Я бы рекомендовал еще немножко доработать сопла,и поменять неправильный фонарь (он у Трумпа в профиль не правильный,сдвижная часть,это заметно,особенно если дделать закрытый фонарь)

----------


## Виталий Репин

> Хороша моделька!
> Я бы рекомендовал еще немножко доработать сопла,и поменять неправильный фонарь (он у Трумпа в профиль не правильный,сдвижная часть,это заметно,особенно если дделать закрытый фонарь)


Спасибо, Евгений!
Я знаю, что надо бы сделать сопла и фонарь, но афтермаркета такого нигде не нашел, а самому сделать опыта нет))) Может подскажете как?

----------


## Евгений Дедигуров

Приветствую!
Для сопел,очень не плохо использовать травленку от Эдуард,если не можете найти,то хотя-бы,вставьте проволочное колечко во внутрь,
http://walkarounds.airforce.ru/avia/...u-15tm_045.jpg
вот так выглядит сопло на реальном аппарате.
По поводу фонаря:можно использовать фонарь от СУ-7 от КП,но он несколько уже,и на Трумпетер без переделок посадочного места не встанет,в Вашем случае естесственно переделывать посадочное место не стоит (хорошо покрашенную модель портить не стоит),но если выдавить новый фонарь,используя вместо болванки фонарь от СУ-7 и используя прозрачный пластик толщиной примерно 0,5 мм,то на выходе получите фонарь нужной ширины,который без проблем встанет на посадочное место.

----------


## vovochka

> Хороша моделька!
> Я бы рекомендовал еще немножко доработать сопла,и поменять неправильный фонарь (он у Трумпа в профиль не правильный,сдвижная часть,это заметно,особенно если дделать закрытый фонарь)


Евгений здравствуйте. 
Видел некоторые модели от Вас, очень понравились.Если не затруднит,то хотелось бы услышать Ваше мнение о Су-15тм от Collect Aire.Здесь немножко информации,но может возможно что-либо сказать.
Заранее благодарен.   http://www.collectaire.com/modelpages/su15/su15.html  и  http://s96920072.onlinehome.us/Gal1/...ael/gal472.htm

----------


## FLOGGER

По первой ссылке-вроде ничего, но не видно как у него ф-ж снизу сделан, это важно, т.к. ф-ж у СУ-15-го снизу довольно сложной формы: сужается, потом довольно резко расширяется.

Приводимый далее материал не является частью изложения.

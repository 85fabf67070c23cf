"""``headprep align``: co-register electrodes to the scalp and check their placement."""
from __future__ import annotations

import argparse

from ..errors import UsageError

HELP = "co-register electrodes to the scalp and check their placement"


def add_arguments(parser: argparse.ArgumentParser) -> None:
    parser.add_argument("--json", action="store_true", help="print one JSON document on stdout")


def run(args: argparse.Namespace, ctx) -> int:  # noqa: ANN001
    raise UsageError("'align' is not available in this version of the kit yet")
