"""Built-in plugin ``check_sensors``: basic checks of an electrode set as read.

Codes: ``input.duplicate-label`` (fail: two channels with one label make every
later step ambiguous), ``input.nonfinite`` (fail, naming the labels),
``input.fiducial-missing`` (warn: co-registration by fiducials is impossible,
a surface fit may still work).
"""
from __future__ import annotations

from collections import Counter

import numpy as np

from prep import FIDUCIALS, Check, Finding, Sensors, hookimpl


def _where_in_file(sensors: Sensors, idx: list[int]) -> str:
    """'line 5, 9' from the reader's record of each channel's line; else the channels' 1-based order."""
    lines = sensors.provenance.extra.get("channel_lines")
    if lines is not None and len(lines) == len(sensors) and all(lines[i] for i in idx):
        return ("lines " if len(idx) > 1 else "line ") + ", ".join(str(lines[i]) for i in idx)
    return ("channels " if len(idx) > 1 else "channel ") + ", ".join(str(i + 1) for i in idx) + " in file order"


def check_sensors(sensors: Sensors) -> list[Finding]:
    """Findings about labels, coordinates and fiducials of ``sensors``.

    Parameters
    ----------
    sensors : Sensors
        Any frame.

    Returns
    -------
    list of Finding
    """
    out: list[Finding] = []
    where = sensors.provenance.file or "sensors"
    counts = Counter(sensors.labels)
    for label, n in sorted(counts.items()):
        if n > 1:
            idx = [i for i, lab in enumerate(sensors.labels) if lab == label]
            origs = sorted({sensors.original_labels[i] for i in idx})
            out.append(Finding(code="input.duplicate-label", severity="fail", subjects=(label,),
                               message=f"{where}: label {label} is used by {n} channels "
                                       f"({_where_in_file(sensors, idx)}; written as {', '.join(origs)})",
                               values={"count": n, "indices": idx}, source="check_sensors"))
    bad = ~np.all(np.isfinite(sensors.positions), axis=1) if len(sensors) else np.zeros(0, bool)
    if bad.any():
        idx = np.flatnonzero(bad).tolist()
        labels = [sensors.labels[i] for i in idx]
        out.append(Finding(code="input.nonfinite", severity="fail", subjects=tuple(labels),
                           message=f"{where}: missing or non-finite coordinates for {', '.join(labels)} "
                                   f"({_where_in_file(sensors, idx)})",
                           values={"indices": idx}, source="check_sensors"))
    missing = [f for f in FIDUCIALS if f not in sensors.fiducials]
    if missing:
        out.append(Finding(code="input.fiducial-missing", severity="warn", subjects=tuple(missing),
                           message=f"{where}: no {', '.join(missing)} fiducial; co-registration by "
                                   "fiducials is not possible (a surface fit may be)",
                           values={"missing": missing}, source="check_sensors"))
    return out


def _run(sensors: Sensors) -> list[Finding]:
    return check_sensors(sensors)


@hookimpl
def headprep_register_checks() -> list[Check]:
    return [Check(name="sensors", target="sensors", run=_run,
                  description="duplicate labels, non-finite coordinates, missing fiducials")]
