"""Built-in plugin ``surface_gifti``: GIfTI surfaces (``.surf.gii``, ``.gii``) through nibabel.

A GIfTI surface holds a pointset data array (intent ``NIFTI_INTENT_POINTSET``)
and a triangle data array (``NIFTI_INTENT_TRIANGLE``). The standard has no
unit field; coordinates are millimetres by convention. A unit stated in the
pointset's or the file's metadata (keys ``Units``, ``Unit``, ``LengthUnit``,
any case) is honoured; otherwise millimetres are assumed with an
``input.units-suspect`` finding (``info`` if the size agrees, else the size
decides, see :mod:`prep.geometry.meshunits`). The user's ``units=`` wins.
"""
from __future__ import annotations

from pathlib import Path
from xml.parsers.expat import ExpatError

import numpy as np

from prep import hookimpl
from prep.descriptors import SurfaceReader
from prep.errors import ReadError
from prep.geometry.meshunits import surface_from_file_arrays
from prep.model import Surface

UNIT_KEYS = ("units", "unit", "lengthunit", "length_unit", "spatialunits")


def _declared_unit(*metas: object) -> str | None:
    for meta in metas:
        items = dict(meta).items() if meta is not None else ()
        for key, value in items:
            if str(key).strip().lower() in UNIT_KEYS and str(value).strip():
                return str(value).strip()
    return None


def read_gifti(path: str | Path, units: str | None = None) -> Surface:
    """Read a GIfTI surface.

    Parameters
    ----------
    path : path
    units : str, optional
        Overrides any unit in the file (``m``, ``cm``, ``mm``).

    Returns
    -------
    Surface
        Vertices (n, 3) float64 metres, faces (k, 3) int64, role ``"unknown"``.

    Raises
    ------
    ReadError
        Not GIfTI, no pointset or triangle array (the data-array number is named),
        a metadata unit that is not a length unit.
    """
    import nibabel as nib
    from nibabel.filebasedimages import ImageFileError

    p = Path(path)
    if p.stat().st_size == 0:
        raise ReadError(p, None, "file is empty")
    try:
        img = nib.load(str(p))
    except (ImageFileError, ExpatError, ValueError, OSError, KeyError, TypeError) as exc:
        raise ReadError(p, None, f"not a readable GIfTI file ({type(exc).__name__}: {exc})") from exc
    if not isinstance(img, nib.gifti.GiftiImage):
        raise ReadError(p, None, f"not a GIfTI image (nibabel read a {type(img).__name__})")
    intents = [nib.nifti1.intent_codes.niistring[d.intent] for d in img.darrays]
    points = [d for d in img.darrays if d.intent == nib.nifti1.intent_codes["NIFTI_INTENT_POINTSET"]]
    tris = [d for d in img.darrays if d.intent == nib.nifti1.intent_codes["NIFTI_INTENT_TRIANGLE"]]
    if len(points) != 1 or len(tris) != 1:
        raise ReadError(p, None, f"expected one POINTSET and one TRIANGLE data array, found intents "
                                 f"{intents or 'none'}")
    vertices = np.asarray(points[0].data, dtype=np.float64)
    faces = np.asarray(tris[0].data)
    rec = img.darrays.index(points[0]) + 1
    if vertices.ndim != 2 or vertices.shape[1] != 3 or vertices.shape[0] == 0:
        raise ReadError(p, rec, f"data array {rec} (POINTSET) must be (n, 3), got {vertices.shape}")
    rec = img.darrays.index(tris[0]) + 1
    if faces.ndim != 2 or faces.shape[1] != 3 or faces.shape[0] == 0 or not np.issubdtype(faces.dtype, np.integer):
        raise ReadError(p, rec, f"data array {rec} (TRIANGLE) must be (k, 3) integers, got {faces.shape} "
                                f"{faces.dtype}")
    faces = faces.astype(np.int64)
    if faces.min() < 0 or faces.max() >= len(vertices):
        raise ReadError(p, rec, f"data array {rec} (TRIANGLE) indexes vertices outside 0..{len(vertices) - 1}")
    declared = _declared_unit(points[0].meta, img.meta)
    return surface_from_file_arrays(vertices, faces, file=str(p), reader="gifti", option=units,
                                    declared=declared, convention="mm")


@hookimpl
def headprep_register_surface_readers() -> list[SurfaceReader]:
    return [SurfaceReader(name="gifti", suffixes=(".gii", ".surf.gii"), read=read_gifti, requires=("nibabel",),
                          description="GIfTI surfaces (pointset + triangles; mm unless the metadata says)")]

Непонятно, зачем верхние люки на крыле покрасили зеленым, да и снизу, на ф-же, тоже, они не красятся. По второй ссылке-не понял я, у него, что, сопла торчат из ф-жа? А так, вроде ничего, работать можно. Камуфлированный мне понравился, покрашен хорошо. А, что, у нас где-то их можно купить?

----------


## vovochka

> По первой ссылке-вроде ничего, но не видно как у него ф-ж снизу сделан, это важно, т.к. ф-ж у СУ-15-го снизу довольно сложной формы: сужается, потом довольно резко расширяется. Непонятно, зачем верхние люки на крыле покрасили зеленым, да и снизу, на ф-же, тоже, они не красятся. По второй ссылке-не понял я, у него, что, сопла торчат из ф-жа? А так, вроде ничего, работать можно. Камуфлированный мне понравился, покрашен хорошо. А, что, у нас где-то их можно купить?


Я тут сделал картинку,правда не знаю возможно по ней что либо сказать или нет. Сопла у него в порядке,сделаны и выглядят примерно как и у Трумпитерского.Меня интересует стоит ли попробывать скрестить его с китайцем,чтобы исправить недостатки последнего.(фанарь там ну и все прочее)А купить эту модель сейчас я думаю можно только с рук или на аукционе типа eBAY.После появления модели от Трумпитер эту перестали делать.

----------


## FLOGGER

У китайцев тоже огрехов хватало. Я поначалу хотел его купить, но когда повертел в руках, то подумал, что за 930 рублей(он тогда столько стоил) слишком много работы. Саму машину я знал неплохо, и поэтому что и где там не так, я увидел быстро. Про этот ф-ж скажу, что восторга он не вызвал, дно ф-жа сделано на модели неверно. Если делать под оригинал, то плохо представляю, как это можно сделать, чтобы было правильно.
Да, кстати, и не только дно.

----------


## FreshDrummer

Виталь, Су-шка офигительная!! Я помню, как ты иголочкой всё это тыкал =) 5 баллов у меня бы не хватило терпения! Честно!  :Eek:

----------